Moreover, the addition of LBC alone, PD alone, or a combination of the two, resulted in the accumulation of propanediol suggesting that the corn silage did not contain epiphytic organisms capable of metabolizing this compound. In contrast, any silage treated with LD alone or in any combination was void of propanediol after 64 days of ensiling clearly showing that this organism can metabolize propanediol. However, increased levels of propionic acid were not found in these silages suggesting that LD converted propanediol to an intermediate form. As a result, all silages treated with LD were extremely stable when exposed to air most likely because of the high concentrations of acetic acid and low numbers of fungi in theses silages.
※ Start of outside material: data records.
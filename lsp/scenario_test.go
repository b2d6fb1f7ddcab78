package lsp

import (
	"cmp"
	"encoding/json"
	"flag"
	"fmt"
	"os"
	"path/filepath"
	"regexp"
	"slices"
	"strconv"
	"strings"
	"testing"

	gcmp "github.com/google/go-cmp/cmp"
	"golang.org/x/tools/txtar"

	"triodeck/analysis/rules"
)

var update = flag.Bool("update", false, "rewrite the wanted output of the scenarios")

// TestScenarios plays the sessions of testdata/lsp. A scenario is an archive of
// deck files, a file "steps" with one step a line, and a file "want" with each
// step and what came back. Lines and columns count from 1; a column is in the
// unit that was agreed.
//
//	initialize utf-8|utf-16 [plaintext]
//	open FILE                       with the archive's text, version 1
//	change FILE A:B-C:D "TEXT"      replaces a range; the version goes up by one
//	replace FILE OTHER              the whole text by that of another archive file
//	write FILE OTHER                changes the file beside the editor
//	save FILE · close FILE
//	hover FILE A:B · definition FILE A:B · hints FILE · symbols FILE
//	send BODY                       a message body as it is
func TestScenarios(t *testing.T) {
	paths, err := filepath.Glob("../testdata/lsp/*.txtar")
	if err != nil || len(paths) == 0 {
		t.Fatalf("no scenarios: %v", err)
	}
	for _, path := range paths {
		t.Run(strings.TrimSuffix(filepath.Base(path), ".txtar"), func(t *testing.T) {
			t.Parallel()
			src, err := os.ReadFile(path)
			if err != nil {
				t.Fatal(err)
			}
			archive := txtar.Parse([]byte(strings.ReplaceAll(string(src), "\r\n", "\n")))
			got := play(t, archive)
			i := slices.IndexFunc(archive.Files, func(f txtar.File) bool { return f.Name == "want" })
			if *update {
				if i < 0 {
					i = len(archive.Files)
					archive.Files = append(archive.Files, txtar.File{Name: "want"})
				}
				archive.Files[i].Data = []byte(got)
				if err := os.WriteFile(path, txtar.Format(archive), 0o666); err != nil {
					t.Fatal(err)
				}
				return
			}
			want := ""
			if i >= 0 {
				want = string(archive.Files[i].Data)
			}
			if diff := gocmp(want, got); diff != "" {
				t.Errorf("the answers differ (-want +got):\n%s", diff)
			}
		})
	}
}

// player plays one scenario.
type player struct {
	*client
	texts    map[string]string // by name in the archive
	versions map[string]int
	out      strings.Builder
}

func play(t *testing.T, archive *txtar.Archive) string {
	p := &player{client: dial(t, rules.All), texts: map[string]string{}, versions: map[string]int{}}
	steps := ""
	for _, f := range archive.Files {
		switch f.Name {
		case "steps":
			steps = string(f.Data)
		case "want":
		default:
			p.texts[f.Name] = string(f.Data)
			p.files.write(home(f.Name), string(f.Data))
		}
	}
	for _, step := range strings.Split(strings.TrimSpace(steps), "\n") {
		fmt.Fprintf(&p.out, "> %s\n", step)
		p.step(step)
		for _, m := range p.idle() {
			p.notice(m)
		}
		p.mu.Lock()
		for _, m := range p.strays {
			p.print("answer without id", m)
		}
		p.strays = nil
		p.mu.Unlock()
	}
	return p.out.String()
}

// home is where the files of a scenario lie.
func home(name string) string { return filepath.Join(filepath.FromSlash("/deck"), name) }

var stepForm = regexp.MustCompile(`^(\w+)(?: (\S+))?(?: (\d+):(\d+)(?:-(\d+):(\d+))?)?(?: (.*))?$`)

func (p *player) step(step string) {
	p.t.Helper()
	if body, ok := strings.CutPrefix(step, "send "); ok {
		p.send(body)
		return
	}
	f := stepForm.FindStringSubmatch(step)
	if f == nil {
		p.t.Fatalf("%q is no step", step)
	}
	verb, name := f[1], f[2]
	doc := map[string]any{"uri": uriOf(home(name))}
	num := func(i int) int { n, _ := strconv.Atoi(f[i]); return n - 1 }
	at := map[string]any{"line": num(3), "character": num(4)}
	switch verb {
	case "initialize":
		p.client.formats = strings.Fields(f[7])
		p.print("", p.client.initialize(name))
	case "open":
		p.versions[name] = 1
		p.open(home(name), p.texts[name])
	case "change", "replace":
		p.versions[name]++
		doc["version"] = p.versions[name]
		change := map[string]any{"text": p.texts[f[7]]}
		if verb == "change" {
			text, err := strconv.Unquote(f[7])
			if err != nil {
				p.t.Fatalf("%q: the text is not quoted", step)
			}
			change = map[string]any{"text": text, "range": map[string]any{"start": at, "end": map[string]any{"line": num(5), "character": num(6)}}}
		}
		p.notify("textDocument/didChange", map[string]any{"textDocument": doc, "contentChanges": []any{change}})
	case "write":
		p.files.write(home(name), p.texts[f[7]])
		p.notify("workspace/didChangeWatchedFiles", map[string]any{"changes": []any{map[string]any{"uri": doc["uri"], "type": 2}}})
	case "save":
		p.notify("textDocument/didSave", map[string]any{"textDocument": doc})
	case "close":
		p.notify("textDocument/didClose", map[string]any{"textDocument": doc})
	case "hover", "definition":
		p.print("", p.call("textDocument/"+verb, map[string]any{"textDocument": doc, "position": at}))
	case "hints":
		p.print("", p.call("textDocument/inlayHint", map[string]any{"textDocument": doc, "range": map[string]any{
			"start": map[string]any{"line": 0, "character": 0}, "end": map[string]any{"line": 1 << 30, "character": 0},
		}}))
	case "symbols":
		p.print("", p.call("textDocument/documentSymbol", map[string]any{"textDocument": doc}))
	case "shutdown":
		p.print("", p.call("shutdown", nil))
	default:
		p.t.Fatalf("%q is no step", step)
	}
}

// notice prints a notification of the server.
func (p *player) notice(m message) {
	if m.Method != "textDocument/publishDiagnostics" {
		p.print(m.Method, message{Result: m.Params})
		return
	}
	var d struct {
		URI         string
		Version     *int
		Diagnostics []struct {
			Range              span
			Severity           int
			Code, Source       string
			Message            string
			RelatedInformation []struct {
				Location struct {
					URI   string
					Range span
				}
				Message string
			}
		}
	}
	if err := json.Unmarshal(m.Params, &d); err != nil {
		p.t.Errorf("bad diagnostics: %v: %s", err, m.Params)
	}
	fmt.Fprintf(&p.out, "diagnostics %s", p.short(d.URI))
	if d.Version != nil {
		fmt.Fprintf(&p.out, " version %d", *d.Version)
	}
	p.out.WriteString("\n")
	for _, x := range d.Diagnostics {
		fmt.Fprintf(&p.out, "  %s %s: %s [%s]\n", x.Range, []string{"?", "error", "warning", "note"}[x.Severity], x.Message, x.Code)
		for _, r := range x.RelatedInformation {
			fmt.Fprintf(&p.out, "    %s:%s %s\n", p.short(r.Location.URI), r.Location.Range, r.Message)
		}
	}
	if len(d.Diagnostics) == 0 {
		p.out.WriteString("  none\n")
	}
}

// span is a range as the protocol has it, from 0.
type span struct{ Start, End struct{ Line, Character int } }

func (s span) String() string {
	return fmt.Sprintf("%d:%d-%d:%d", s.Start.Line+1, s.Start.Character+1, s.End.Line+1, s.End.Character+1)
}

// print writes an answer: markdown as it is, anything else as indented JSON with
// ranges on one line.
func (p *player) print(title string, m message) {
	if title != "" {
		fmt.Fprintf(&p.out, "%s\n", title)
	}
	if m.Error != nil {
		fmt.Fprintf(&p.out, "  error %d: %s\n", m.Error.Code, m.Error.Message)
		return
	}
	var hover struct {
		Contents struct{ Kind, Value string }
		Range    span
	}
	if json.Unmarshal(m.Result, &hover) == nil && hover.Contents.Kind != "" {
		fmt.Fprintf(&p.out, "  %s %s\n", hover.Range, hover.Contents.Kind)
		for _, line := range strings.Split(strings.TrimRight(hover.Contents.Value, "\n"), "\n") {
			fmt.Fprintln(&p.out, strings.TrimRight("  | "+line, " "))
		}
		return
	}
	var v any
	if err := json.Unmarshal(m.Result, &v); err != nil {
		p.t.Errorf("bad result: %v: %s", err, m.Result)
	}
	p.value("  ", v)
}

// value prints a JSON value, one line for each member of the outer ones.
func (p *player) value(indent string, v any) {
	switch v := v.(type) {
	case []any:
		if len(v) == 0 {
			fmt.Fprintf(&p.out, "%snothing\n", indent)
		}
		for _, x := range v {
			p.value(indent, x)
		}
	case map[string]any:
		fmt.Fprintf(&p.out, "%s%s\n", indent, p.flat(v))
	default:
		fmt.Fprintf(&p.out, "%s%v\n", indent, cmp.Or(v, any("null")))
	}
}

func (p *player) flat(v any) string {
	switch v := v.(type) {
	case map[string]any:
		if line, ok := v["line"].(float64); ok {
			return fmt.Sprintf("%d:%d", int(line)+1, int(v["character"].(float64))+1)
		}
		if _, ok := v["start"]; ok && len(v) == 2 {
			return p.flat(v["start"]) + "-" + p.flat(v["end"])
		}
		var keys, texts []string
		for k := range v {
			keys = append(keys, k)
		}
		slices.Sort(keys)
		for _, k := range keys {
			texts = append(texts, k+"="+p.flat(v[k]))
		}
		return "{" + strings.Join(texts, " ") + "}"
	case []any:
		var texts []string
		for _, x := range v {
			texts = append(texts, p.flat(x))
		}
		return "[" + strings.Join(texts, " ") + "]"
	case string:
		return p.short(v)
	}
	return fmt.Sprint(v)
}

// short leaves the folder of the scenario out of a URI.
func (p *player) short(s string) string {
	return strings.ReplaceAll(s, string(uriOf(home("")))+"/", "")
}

func gocmp(want, got string) string {
	return gcmp.Diff(strings.Split(want, "\n"), strings.Split(got, "\n"))
}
Thus, and contrary to the prior art which teaches that LD would be able to metabolize propanediol to propionic acid, further treatments that contained LD and PD had no detectable concentrations of propionic acid in the silages with the exception of a very low level found in PD+LBC+LD. Even more surprising was that none of these treatments contained detectable levels of propanediol. While this might be due the mechanism of operation, as discussed supra, a more probable explanation for this finding might be that LD may have taken propanediol to an intermediate metabolite but did not have sufficient time in the 64 days of ensiling to complete the conversion to propionic acid.

A person of ordinary skill in the art will appreciate further features and advantages of the invention based on the above-described embodiments. For example, specific features from any of the embodiments described above as well as in U.S. Pat. No. 6,326,037 to Mann may be incorporated into compositions or methods of the invention in a variety of combinations and subcombinations, as well as features referred to in the claims below which may be implemented by means described herein. Accordingly, the invention is not to be limited by what has been particularly shown and described, except as indicated by the appended claims or those ultimately provided. Any publications and references cited herein are expressly incorporated herein by reference in their entirety.